You just do the reverse of the UK spouse visa.

SHE sponsors you for a US spouse visa. There are financial requirements etc just like the UK (but not so onerous) or you can use a third party sponsor. Sounds like your inlaws might fit the bill.

Start here:

Green Card for an Immediate Relative of a U.S. Citizen | USCIS


Remember that if you move to the US for any length of time before she gets UK naturalisation, if you want to return to the UK then you start all over again for a UK spouse visa.


----------



## Davis1 (Feb 20, 2009)

Filing I-130/I-360 | Embassy of the United States

spousal visa CR1
Immigrant Visa for a Spouse of a U.S. Citizen (IR1 or CR1)


----------



## jonholmes92 (Jun 18, 2014)

Hi all! 

Sorry to restart the thread again and thank you so much both to Crawford and Davis1 for your assistance.

I just have two more questions:

As my wife is living with me in the UK, she has no assets in the United States (No job, funds or accomodation) as stated before my Father-in-law can support the both of us no problem, so what forms will they need to fill out to be my Affidavit of Support?

Will only my Father in law have to fill out I-864?

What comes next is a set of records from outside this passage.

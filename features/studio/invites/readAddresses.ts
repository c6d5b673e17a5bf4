/** What was typed or pasted as addresses, taken apart. */
export interface ReadAddresses {
  /** each once, in the order in which they stand */
  emails: string[];
  /** what does not look like an address */
  unread: string[];
}

/** How many are invited at once at most. */
const mostAtOnce = 50;

const address = /^[^\s@<>]+@[^\s@<>.]+(?:\.[^\s@<>.]+)+$/;

/**
 * Addresses out of a text: one a line, or with commas or semicolons between them; a name before an address in angle
 * brackets is left out, as mail programs write it. The server looks closer.
 */
export function readAddresses(text: string): ReadAddresses {
  const emails: string[] = [];
  const unread: string[] = [];
  for (const piece of text.split(/[\n,;]+/)) {
    const words = piece.trim();
    if (words === "") continue;
    const bracketed = /<([^<>]*)>\s*$/.exec(words)?.[1]?.trim();
    const found = bracketed !== undefined ? [bracketed] : words.split(/\s+/);
    if (found.every((each) => address.test(each))) emails.push(...found.map((each) => each.toLowerCase()));
    else unread.push(words);
  }
  return { emails: [...new Set(emails)], unread };
}

/** What is wrong with what was typed; null if nothing. */
export function checkAddresses(text: string): string | null {
  const { emails, unread } = readAddresses(text);
  if (unread.length > 0) return `This is not an e-mail address: ${unread[0]!.slice(0, 80)}`;
  if (emails.length === 0) return "Write at least one address.";
  return emails.length > mostAtOnce ? `Invite at most ${mostAtOnce} at a time; these are ${emails.length}.` : null;
}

Also am I correct in that those documents will be provided in the second stage, having the interview at the United States embassy in London?

Thank you so much!
Jon


----------



## jonholmes92 (Jun 18, 2014)

Bump


----------



## BBCWatcher (Dec 28, 2012)

Yes, it's second stage. When you get the letter from the National Visa Center (after "stage 1") it'll spell all that out for you. Just keep that father-in-law on "standby."


----------